You should try installing software which use NodeJS/npm ::)

no thanks.

i remember doing that once with a particular company's tool that let you get your private keys to your wallet. Just to install a piece of software that did that simple task took a huge amount of time and storage space because it created a huge number of directories I think thousands. I don't understand that at all but it can't be a good thing. I don't know why a company would ever want to use that method of software packaging because I certainly won't be using their products now or in the future.

Maybe NodeJS programs have so many files, because JavaScript programmers like to use a lot of packages, even for one-liners:
https://dev.to/jyotishman/10-useless-npm-package-with-millions-of-downloads-de9
To be fair, the upper-case package can do a lot more, like converting to and from camelCase etc. But is-odd and is-even really doesn't make sense. I mean just import is-odd, and do a negation on the result to get is-even for free, as the source code of the is-even package demonstrates ;D

C#: https://www.nuget.org/packages?q=bitcoin
2nd result is an RPC wrapper, it is not even a bitcoin library despite the name.
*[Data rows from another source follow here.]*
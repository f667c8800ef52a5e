"""A campaign by another calibration, as plain text and for other programs: what changed in each shot and in all."""

from __future__ import annotations

from collections.abc import Iterator, Sequence
from dataclasses import asdict

from shpb.rig.calibration import Calibration
from shpb.trust.compared import Compared, Numbers
from shpb.view.summary import Json, calibration_json, head
from shpb.view.text import padded, printable, wrapped

_WIDEST_NAME, _LEAST_WIDTH = 16, 76
_CHANGES = (("flow_stress_change", "flow stress"), ("strain_change", "strain"), ("rate_change", "rate"))


def recalibrated_text(
    compared: Sequence[Compared],
    calibration: Calibration,
    *,
    other_rigs: Sequence[tuple[str, str]] = (),
    failed: Sequence[tuple[str, str]] = (),
    width: int = 80,
) -> str:
    """Return what another calibration changed, one line a shot and a summary below.

    Parameters
    ----------
    compared : sequence of Compared
        Every shot that was reduced again.
    calibration : Calibration
        The one it was reduced with.
    other_rigs, failed : sequence of (name, why)
        Shots of other rigs, which were left alone, and those that could not be reduced.
    width : int
        Columns that no line passes, at least 76: the table needs them.
    """
    width = max(width, _LEAST_WIDTH)
    lines: list[str] = []
    if compared:
        name = min(max(4, *(len(printable(one.shot_id)) for one in compared)), _WIDEST_NAME)
        lines += [
            f"{'':<{name}} verdict            change in %",
            f"{'shot':<{name}} before   now        stress  strain    rate  against it now",
            *(_line(one, name, width) for one in compared),
            "",
        ]
    lines += _summary(compared, calibration, width)
    for shot, why in other_rigs:
        lines += wrapped(f"{printable(shot)}: left alone, {printable(why)}.", width)
    if failed:
        lines += wrapped(f"Not reduced: {', '.join(printable(shot) for shot, _ in failed)}.", width)
    return "\n".join(line.rstrip() for line in lines)


def _line(one: Compared, name: int, width: int) -> str:
    changes = "".join(f"{_percent(getattr(one, field)):>8}" for field, _ in _CHANGES)
    head = (
        f"{padded(printable(one.shot_id), name)} {one.before.verdict.upper():<8} "
        f"{one.after.verdict.upper():<8} {changes}  "
    )
    reasons = printable(", ".join(one.after.reasons))
    return head + padded(reasons, width - len(head)) if len(head) < width else head[:width]


def _percent(share: float | None) -> str:
    return "-" if share is None else f"{100 * share:+.2f}"


def _summary(compared: Sequence[Compared], calibration: Calibration, width: int) -> list[str]:
    by = f"by the calibration {printable(calibration.name)} of {printable(calibration.date)}"
    count = len(compared)
    lines = wrapped(f"{count} shot{'' if count == 1 else 's'} reduced again {by}.", width)
    if not compared:
        return lines
    before = dict.fromkeys(_stands_on(one.before) for one in compared)
    lines += wrapped(f"Before: {'; '.join(before)}. Those results stand as they were.", width)
    lines += wrapped(f"Change on average: {'; '.join(_mean_changes(compared))}.", width)
    turned = [one for one in compared if one.before.verdict != one.after.verdict]
    if turned:
        words = ", ".join(
            f"{printable(one.shot_id)} from {one.before.verdict} to {one.after.verdict}" for one in turned
        )
        lines += wrapped(f"Verdicts that changed: {words}.", width)
    else:
        lines += ["No verdict changed."]
    lines += wrapped(
        "stress: mean over the true flow stresses that both know; strain: true, at the end of the loading; rate: "
        "mean engineering strain rate over what counted before.",
        width,
    )
    return lines


def _mean_changes(compared: Sequence[Compared]) -> Iterator[str]:
    """Mean change and range of each, in words."""
    for field, words in _CHANGES:
        changes = [100 * value for one in compared if (value := getattr(one, field)) is not None]
        if not changes:
            yield f"{words} not known in both"
            continue
        mean, least, greatest = sum(changes) / len(changes), min(changes), max(changes)
        spread = f" ({least:+.2f} to {greatest:+.2f} %)" if len(changes) > 1 else ""
        yield f"{words} {mean:+.2f} %{spread}"


def _stands_on(numbers: Numbers) -> str:
    day = f" of {printable(numbers.date)}" if numbers.date else ""
    if not numbers.calibration:
        return f"the values of the rig file{day}"
    return f"the calibration {printable(numbers.calibration)}{day}"


def compared_json(one: Compared) -> Json:
    """One shot for other programs; changes are shares."""
    return {
        "shot_id": one.shot_id,
        "before": _numbers_json(one.before),
        "after": _numbers_json(one.after),
        "flow_stress_changes": [
            {"at_strain": at, "change": change} for at, change in one.flow_stress_changes.items()
        ],
        **{field: getattr(one, field) for field, _ in _CHANGES},
    }


def _numbers_json(numbers: Numbers) -> Json:
    flow = [{"at_strain": at, "stress_pa": stress} for at, stress in numbers.flow_stress_pa.items()]
    return {**asdict(numbers), "flow_stress_pa": flow}


def recalibrated_json(shots: Sequence[Json], calibration: Calibration) -> Json:
    """All shots for other programs, with the calibration that was used."""
    return {
        **head("shpb recalibrated"),
        "calibration": calibration_json(calibration),
        "shots": list(shots),
    }


__all__ = ["Compared", "compared_json", "recalibrated_json", "recalibrated_text"]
It is also abandoned and hasn't been updated for 3 years.
3rd result is an ancient low quality library last updated 7 years ago.
...
There are a lot of other results that aren't even bitcoin libraries, they are for altcoins but since the dev added the bitcoin tag (for some unknown reason!) the search brings it up.

There are 515 packages out of which only about 10 is worth looking into.

There is a huge difference between inserting code into someone else's existing project and letting people create new projects and publish them! My previous comment was about the later.

The package is not forked, the code on github is. And those forks don't release a package unless they have actually changed something or updated this abandoned project.

If you are looking for no-bugs, you are out of luck because you will never find any code that has no bugs ever. The bigger they are the more bugs they have and no amount of license can solve it.

ok maybe you proved your point although with python 1019 packages come up. so that's almost twice as bad.


but still i think the argument could be made that "bitcoin" belongs in the standard library of python in the core


if you go to https://github.com/vbuterin/pybitcointools you can see that master branch contains nothing. so i'm not sure where python is getting this "bitcoin 1.1.42" package from and how they are coming up with that particular version number. and even if you say they are getting it from such and such a place, you don't really have a way of verifying it short of comparing the files line by line visually. to see if they really are the same or not. that seems kind of inefficient but whatever. ;D


we can't be having software that generates the wrong bitcoin address. that could cost someone their lifetime savings.

I don't use (try not to rely on) software that has that problem. In general. If it needs to be that complicated then to me that means whoever programmed it doesn't know what they are doing. How could they if they are letting something else do all the work for them and they are just slapping something together?...

Yeah, I've played around with javascript bitcoin tools here and there but I'm not a big fan of them. To me, running programs in a web browser for doing things like creating bitcoin addresses I don't trust web browsers. They connect to the internet. Which is a bad thing when it comes to keeping things secret. :D



it might mean that. it all depends on the quality of the ruby and C# packages. if there are some good ones then it could mean that.